*TASK INPUT*.
━━━━━━━━━━

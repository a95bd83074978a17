import { createClient } from '@libsql/client';
import type { Browser, Page } from 'playwright-core';
import { afterAll, beforeAll, describe, expect, it } from 'vitest';
import { DEMO_PASSWORD } from '@/features/demo/people';
import { axeFindings, DESKTOP, keepPicture, launchBrowser, newVisitor, PHONE, type Visitor } from '../helpers/browser';
import { type ServedApp, serveApp } from '../helpers/serve-app';
import { signIn } from '../helpers/sign-in';

const CLUB = '/clubs/tansy-fork';

let app: ServedApp;
let browser: Browser;
let member: Visitor;
let officer: Visitor;

/** A member of the demo with a sit that has ended and no log yet. */
async function whoOwesLog(): Promise<string> {
  const database = createClient({ url: app.databaseUrl });
  const { rows } = await database.execute(
    `select users.email from sits join memberships on memberships.id = sits.member_id join users on users.id = memberships.user_id
     where sits.status = 'booked' and sits.end_at < unixepoch() * 1000 and memberships.role = 'member'
     and sits.id not in (select sit_id from sit_logs) order by sits.end_at desc limit 1`,
  );
  database.close();
  return String(rows[0]?.email);
}

const waiting = (page: Page) => page.getByRole('region', { name: 'Waiting for a log' }).getByRole('listitem');
const more = (page: Page, label: string) => page.getByRole('button', { name: `One more: ${label}`, exact: true });
const looksRight = async (page: Page, name: string) => {
  expect(await axeFindings(page)).toEqual([]);
  const wide = await page.evaluate(() => document.documentElement.scrollWidth > document.documentElement.clientWidth);
  expect(wide, `${name} is wider than the window`).toBe(false);
  await keepPicture(page, name);
};

beforeAll(async () => {
  app = await serveApp({ seed: true });
  browser = await launchBrowser();
  member = await newVisitor(browser, app.url, PHONE);
  officer = await newVisitor(browser, app.url, DESKTOP);
  await signIn(member.page, await whoOwesLog(), DEMO_PASSWORD);
  await signIn(officer.page, 'abel@example.org', DEMO_PASSWORD);
});

afterAll(async () => {
  await browser?.close();
  await app?.stop();
});

describe('the log of a sit, on a phone', () => {
  let left = 0;

  it('waits on the Log screen, one press from its form', async () => {
    const { page } = member;
    await page.goto(`${CLUB}/sit`);
    await page.getByRole('navigation', { name: 'Pages' }).last().getByRole('link', { name: 'Log' }).click();
    await page.getByRole('heading', { name: 'Log', level: 1 }).waitFor();
    left = await waiting(page).count();
    expect(left).toBeGreaterThan(0);
    await looksRight(page, 'log-phone');
  });

  it('takes five presses: open, three deer, save', async () => {
    const { page } = member;
    await waiting(page).first().getByRole('link', { name: 'Write log' }).click();
    await page.locator('form[data-ready]').waitFor();
    expect(await page.getByLabel('From', { exact: true }).inputValue()).toMatch(/^\d\d:\d\d$/);
    const knob = await more(page, 'Does').boundingBox();
    expect(Math.min(knob?.width ?? 0, knob?.height ?? 0)).toBeGreaterThanOrEqual(44);
    await looksRight(page, 'log-form-phone');
    await more(page, 'Antlered bucks').click();
    await more(page, 'Does').click();
    await more(page, 'Does').click();
    const save = page.getByRole('button', { name: 'Save log' });
    // The button is in sight without scrolling.
    expect((await save.boundingBox())?.y ?? PHONE.height).toBeLessThan(PHONE.height - 40);
    await save.click();
    await page.waitForURL(new RegExp(`${CLUB}/log$`));
    await expect.poll(() => waiting(page).count()).toBe(left - 1);
    await page.getByRole('cell', { name: '1 buck, 2 does' }).first().waitFor();
  });

  it('says how long to wait after a hit, keeps what the log said before, and leads to the harvest sheet', async () => {
    const { page } = member;
    const row = page.getByRole('row').filter({ hasText: '1 buck, 2 does' }).first();
    await row.getByRole('link', { name: /log of/ }).click();
    await page.locator('form[data-ready]').waitFor();
    await more(page, 'From the seat').click();
    await page.getByLabel('Where they were bumped').fill('Behind the seat');
    await page.getByRole('radio', { name: 'Hit a deer' }).check();
    await page.getByRole('button', { name: 'Save log' }).click();
    await page.getByText('Give the time of the shot.').first().waitFor();
    expect(await page.getByLabel('Where they were bumped').inputValue()).toBe('Behind the seat');
    await page.getByLabel('Time of the shot').fill(await page.getByLabel('From', { exact: true }).inputValue());
    await page.getByRole('radio', { name: 'Not sure' }).check();
    await page.getByText(/Follow from .* at the earliest, better/).waitFor();
    await page.getByRole('radio', { name: 'Heart or lungs' }).check();
    await page.getByText(/^Follow from \d+:\d\d [AP]M$/).waitFor();
    await page.getByRole('radio', { name: 'Recovered' }).check();
    await looksRight(page, 'log-form-hit-phone');
    await page.getByRole('button', { name: 'Save log' }).click();
    await page.waitForURL(/\/season\/harvest\/new\?sit=/);
  });

  it('writes the sheet from the sit and says which quota is met', async () => {
    const { page } = member;
    await page.locator('form[data-ready]').waitFor();
    await page.getByRole('radio', { name: 'Antlered buck' }).check();
    await page.getByLabel('Dressed weight').fill('128');
    await page.getByLabel('Points, left').fill('4');
    await page.getByLabel('Points, right').fill('4');
    expect(await page.getByLabel('Stand', { exact: true }).inputValue()).toMatch(/^std_/);
    await looksRight(page, 'harvest-form-phone');
    await page.getByRole('button', { name: 'Save sheet' }).click();
    await page.waitForURL(/\/season\/harvest$/);
    await page
      .getByText(/Your limit of 1 antlered deer this season is met/)
      .first()
      .waitFor();
    await page.getByRole('cell', { name: '128 lb' }).first().waitFor();
    await looksRight(page, 'harvest-phone');
    await page.goto(`${CLUB}/sit`);
    await page
      .getByText(/Your limit of 1 antlered deer this season is met/)
      .first()
      .waitFor();
  });

  it('shows the sit among the season’s figures', async () => {
    const { page } = member;
    await page.goto(`${CLUB}/season/sightings`);
    await page.getByRole('heading', { name: 'By stand' }).waitFor();
    await page.getByText('Behind the seat').first().waitFor();
    await looksRight(page, 'sightings-phone');
  });
});

describe('the same at a desk, for an officer', () => {
  it('lists who has written a log', async () => {
    const { page } = officer;
    await page.goto(`${CLUB}/log`);
    await page.getByRole('region', { name: "The club's logs" }).getByText('Written').first().waitFor();
    await looksRight(page, 'log-desk');
  });

  it('writes down a visit and takes it out', async () => {
    const { page } = officer;
    await page.goto(`${CLUB}/log/visits/new`);
    await page.locator('form[data-ready]').waitFor();
    await page.getByLabel('What', { exact: true }).selectOption('work');
    await page.getByLabel('Where', { exact: true }).selectOption({ index: 1 });
    await page.getByLabel('Notes').fill('Felted the floor');
    await looksRight(page, 'visit-form-desk');
    await page.getByRole('button', { name: 'Save visit' }).click();
    await page.waitForURL(new RegExp(`${CLUB}/log$`));
    const row = page.getByRole('row').filter({ hasText: 'Felted the floor' });
    await row.getByRole('button', { name: /^Take out/ }).click();
    await page.getByRole('button', { name: 'Take it out' }).click();
    await expect.poll(() => row.count()).toBe(0);
  });

  it('shows tables, charts and files of the season, and the harvest', async () => {
    const { page } = officer;
    await page.goto(`${CLUB}/season/sightings`);
    await page.getByRole('img', { name: /Deer an hour by stand/ }).waitFor();
    await looksRight(page, 'sightings-desk');
    const file = await page.request.get(`/api${CLUB}/sightings?what=tables`);
    expect(file.headers()['content-type']).toContain('text/csv');
    expect(await file.text()).toContain('deer/h');
    await page.goto(`${CLUB}/season/harvest`);
    await page.getByRole('heading', { name: 'By sex and age' }).waitFor();
    await looksRight(page, 'harvest-desk');
    await page.goto(`${CLUB}/club/rules`);
    await page.getByRole('heading', { name: 'Harvest' }).waitFor();
  });

  it('met no trouble in any browser', () => {
    expect([...member.troubles, ...officer.troubles]).toEqual([]);
  });
});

━━━━━━━━━━

*ACTIVITY*. Within the data above, the lines from the one with "await looksRight(page, 'log-phone');" to the one with "await page.getByLabel('Where they were bumped').fill('Behind" must be repeated exactly; no other line belongs in the answer.

*RESPONSE AREA*.
    await looksRight(page, 'log-phone');
  });

  it('takes five presses: open, three deer, save', async () => {
    const { page } = member;
    await waiting(page).first().getByRole('link', { name: 'Write log' }).click();
    await page.locator('form[data-ready]').waitFor();
    expect(await page.getByLabel('From', { exact: true }).inputValue()).toMatch(/^\d\d:\d\d$/);
    const knob = await more(page, 'Does').boundingBox();
    expect(Math.min(knob?.width ?? 0, knob?.height ?? 0)).toBeGreaterThanOrEqual(44);
    await looksRight(page, 'log-form-phone');
    await more(page, 'Antlered bucks').click();
    await more(page, 'Does').click();
    await more(page, 'Does').click();
    const save = page.getByRole('button', { name: 'Save log' });
    // The button is in sight without scrolling.
    expect((await save.boundingBox())?.y ?? PHONE.height).toBeLessThan(PHONE.height - 40);
    await save.click();
    await page.waitForURL(new RegExp(`${CLUB}/log$`));
    await expect.poll(() => waiting(page).count()).toBe(left - 1);
    await page.getByRole('cell', { name: '1 buck, 2 does' }).first().waitFor();
  });

  it('says how long to wait after a hit, keeps what the log said before, and leads to the harvest sheet', async () => {
    const { page } = member;
    const row = page.getByRole('row').filter({ hasText: '1 buck, 2 does' }).first();
    await row.getByRole('link', { name: /log of/ }).click();
    await page.locator('form[data-ready]').waitFor();
    await more(page, 'From the seat').click();
    await page.getByLabel('Where they were bumped').fill('Behind the seat');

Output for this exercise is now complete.